One measure of how workplace communications have changed during the COVID‑19 pandemic, and perhaps for the longer term, is rubber chickens. At least that's the case at Sezzle, a fast-growing electronic payments company in Minneapolis, where the pandemic response included forming the Sezzle Society of Fun and Amusement (SOFA).
Under SOFA's outreach program, Sezzle — making its debut at No. 4 this year on the Star Tribune's Top Workplaces list — sends company swag to employees who in turn send each other random gifts.
The goal is "to keep joy in the workplace," general counsel Candice Ciresi said. "The fact that I have personally received no less than half a dozen rubber chickens in the mail makes me believe that it is working."
That's just one of the ways that Sezzle and other midsize Top Workplaces have adapted to support and entertain employees working remotely during the pandemic while also keeping them engaged and informed about the business.
Elsewhere, Bluestone Physician Services' "cameras on" policy has added humor to its video meetings. Hunt Electric Corp. has found that participation rose when it held companywide meetings with smaller groups of employees.
The guided health service firm MOBE, also a first-time Top Workplace, launched all-hands video meetings every other Friday, alternating those with "Fun Fridays."
Such adaptations likely will continue to some degree in part because even as offices reopen, many workplaces won't be the same. Employers adopting "hybrid" models combining work-from-home with limited office time will still need to communicate with employees wherever they work.
At Sezzle, less than 14% of employees want to return to the office full time, Ciresi said. Even before the pandemic, a quarter of Sezzle's 300 employees worked remotely because they lived outside Minneapolis.
"When you're going remote you miss that humanity," Ciresi said. "You miss that laughing and talking to people sitting next to you. That elbow-to-elbow time is gone. It's really hard in a technological setting to make people want to come to work. Because if the only thing they're doing is to come to work to crank out the next document or the next product, sometimes the value gets diminished. This way, they want to wake up and walk down the hall and log on."
At Bluestone Physician Services, Dr. Todd Stivland, CEO of the nine-time ranked Top Workplace, was surprised that half its 130 office employees now want to work at home at least half of the time. Most of Bluestone's 470 total employees are involved in providing physician-led health care services to residents of group homes and assisted living communities in Minnesota, Wisconsin, Florida and Virginia.
Only 7% of those surveyed wanted to return to the office full time at Stillwater-based Bluestone, Stivland said, so the company is working out details of a hybrid model.
With videoconferences a part of Bluestone's hybrid future, Stivland has instituted a "cameras on" policy for everyone, "no matter how many days it had been since they showered."

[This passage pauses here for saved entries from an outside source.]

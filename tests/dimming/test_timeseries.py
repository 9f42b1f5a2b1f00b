"""Tests of light curves from EM time series (synthcorona.dimming.timeseries)."""
import astropy.units as u
import numpy as np
import pytest
import xarray as xr
from dimming_setups import BANDS

from synthcorona.dem import IsothermalDEM, MultiComponentDEM
from synthcorona.dimming import lightcurve_from_em_series
from synthcorona.errors import InputError
from synthcorona.instruments.designs import load_generic

LT = np.array([5.93, 6.1, 6.27, 6.52])
EM = np.array([1e48, 3e49, 2e49, 5e48])


def _series(values, logt=LT, dim="logT", units="cm-3"):
    n = values.shape[0]
    coords = {"time": ("time", np.arange(n) * 60.0, {"units": "s"})}
    if dim == "logT":
        coords["logT"] = logt
    else:
        coords["temperature"] = ("temperature", 10 ** logt, {"units": "K"})
    return xr.DataArray(values, dims=("time", dim), coords=coords, attrs={"units": units}, name="em")


def _no_units():
    da = _series(np.tile(EM, (2, 1)))
    da.attrs = {}
    return da


def test_constant_series_equals_isothermal_count_rates():
    # Hat-weight re-gridding is the projection IsothermalDEM.em_weights uses, so a constant series must give
    # Instrument.count_rate of the equivalent sum of isothermal components to rounding (1e-9).
    ds = lightcurve_from_em_series(_series(np.tile(EM, (5, 1))), BANDS, 1 * u.AU)
    dem = MultiComponentDEM([IsothermalDEM(10 ** x * u.K, e * u.cm ** -3) for x, e in zip(LT, EM)])
    for b in BANDS:
        ref = float(load_generic(b).count_rate(dem, 1 * u.AU)[0].to_value(u.ct / u.s))
        np.testing.assert_allclose(ds.count_rate.sel(band=b).values, ref, rtol=1e-9)
    assert ds.count_rate.attrs["units"] == "ct / s"
    np.testing.assert_allclose(ds.emission_measure.values, EM.sum(), rtol=1e-12)
    np.testing.assert_allclose(ds.em_on_table_grid.sum("logT").values, EM.sum(), rtol=1e-12)  # EM conserved


def test_series_is_linear_in_time_and_with_nh():
    f = np.array([1.0, 0.5, 2.0])
    ds = lightcurve_from_em_series(_series(f[:, None] * EM[None, :]), "sc-fe12", 2 * u.pc, nh=1e18 * u.cm ** -2)
    r = ds.count_rate.values[0]
    np.testing.assert_allclose(r / r[0], f, rtol=1e-12)
    ref = float(load_generic("sc-fe12").count_rate(
        MultiComponentDEM([IsothermalDEM(10 ** x * u.K, e * u.cm ** -3) for x, e in zip(LT, EM)]),
        2 * u.pc, nh=1e18 * u.cm ** -2)[0].value)
    assert r[0] == pytest.approx(ref, rel=1e-9)


def test_netcdf_round_trip(tmp_path):
    vals = np.outer([1.0, 0.9, 0.95], EM)
    da = _series(vals, dim="temperature")
    path = tmp_path / "sim_em.nc"
    da.to_netcdf(path)
    a = lightcurve_from_em_series(da, BANDS, 1 * u.AU)
    b = lightcurve_from_em_series(path, BANDS, 1 * u.AU)
    np.testing.assert_allclose(b.count_rate.values, a.count_rate.values, rtol=1e-12)
    assert "sim_em.nc" in b.attrs["source"]
    np.testing.assert_allclose(b.time.values, [0, 60, 120])


@pytest.mark.parametrize("make_em,distance,error,match", [
    (lambda: _series(np.tile(EM, (2, 1))).rename(logT="energy"), 1 * u.AU, InputError, "dims"),
    (lambda: _series(np.tile(EM, (2, 1)), units="cm-3 / K"), 1 * u.AU, InputError, "DEM per kelvin"),
    (_no_units, 1 * u.AU, InputError, "em has no 'units'"),
    # the embedded table spans log T 4.5-8.5
    (lambda: _series(np.tile(EM, (2, 1)), logt=np.array([5.93, 6.1, 6.27, 8.7])), 1 * u.AU, InputError,
     r"log10 T = 8\.7.*outside.*\[4\.5, 8\.5\]"),
    (lambda: _series(-np.tile(EM, (2, 1))), 1 * u.AU, InputError, "em="),
    (lambda: _series(np.tile(EM, (2, 1)), logt=LT[::-1]), 1 * u.AU, InputError, "strictly increasing"),
    (lambda: _series(np.tile(EM, (2, 1))), 3.0, u.UnitsError, "distance"),
])
def test_series_bad_inputs_are_named(make_em, distance, error, match):
    with pytest.raises(error, match=match):
        lightcurve_from_em_series(make_em(), BANDS, distance)


def test_series_zero_em_outside_the_table_and_missing_file(tmp_path):
    # zero EM outside the table range is fine
    lt = np.array([5.93, 6.1, 6.27, 8.7])
    ok = lightcurve_from_em_series(_series(np.tile(np.array([1e48, 3e49, 2e49, 0.0]), (2, 1)), logt=lt),
                                   "sc-fe9", 1 * u.AU)
    assert np.all(ok.count_rate.values > 0)
    with pytest.raises(InputError, match="no such netCDF"):
        lightcurve_from_em_series(tmp_path / "missing.nc", BANDS, 1 * u.AU)


def test_series_datetime_time_and_explicit_bands():
    # datetime64 times become seconds from the first output; explicit (lo, hi) bands of one instrument.
    t = np.array(["2030-01-01T00:00", "2030-01-01T00:02"], dtype="datetime64[ns]")
    da = xr.DataArray(np.full((2, 2), 1e49), dims=("temperature", "time"),
                      coords={"time": t, "temperature": [1e6, 2e6]}, attrs={"units": "cm-3"})
    ds = lightcurve_from_em_series(da, "sc-fe12", 1 * u.pc, bands=[(0.05 * u.keV, 0.08 * u.keV), "total"])
    np.testing.assert_allclose(ds.time.values, [0.0, 120.0])
    assert list(ds.band.values) == ["sc-fe12:0", "total"]
    assert np.all(ds.count_rate.values[0] <= ds.count_rate.values[1])   # a sub-band never exceeds the total
    with pytest.raises(InputError, match="single instrument"):
        lightcurve_from_em_series(da, BANDS, 1 * u.pc, bands="total")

"We had a lot of fun making fun of people's hair and their background, kids running through and shooting them with Nerf guns and things like that," Stivland said. "Turning the cameras on really helped a lot getting people engaged."
While working from home can be productive, Stivland wonders about how those employees will get mentored, how they will build relationships at work, what may replace the "hallway chatter" between people on different projects that leads to new ideas or solutions.
"I think that's going to be a challenge, staying in contact with people you may not have meetings with," Stivland said. "How do you get them mentored, trained and advanced?"
Hunt Electric president and CEO John Axelson finds that presenting companywide updates in multiple video sessions with 10 to 20 employees at a time is more effective than having the Bloomington-based contractor's 240 office employees gather in a hotel conference room.
"They've been much more engaged and are asking more questions," Axelson said. "We were maybe fortunate to get two or three questions and now by breaking this up, we're averaging somewhere between 12 and 20 questions a session."
MOBE's all-hands video meetings have been so well attended, Cronin said, that the company now hosts its quarterly town hall meetings online and will keep a virtual element to them. Half of the company's 250 employees work remotely around the country, and most haven't attended the town halls in person.
"It's actually really helped strengthen the fabric of the company," Cronin said. "If our employees aren't healthy and happy, they can't support the people that they're trying to get healthy and happy."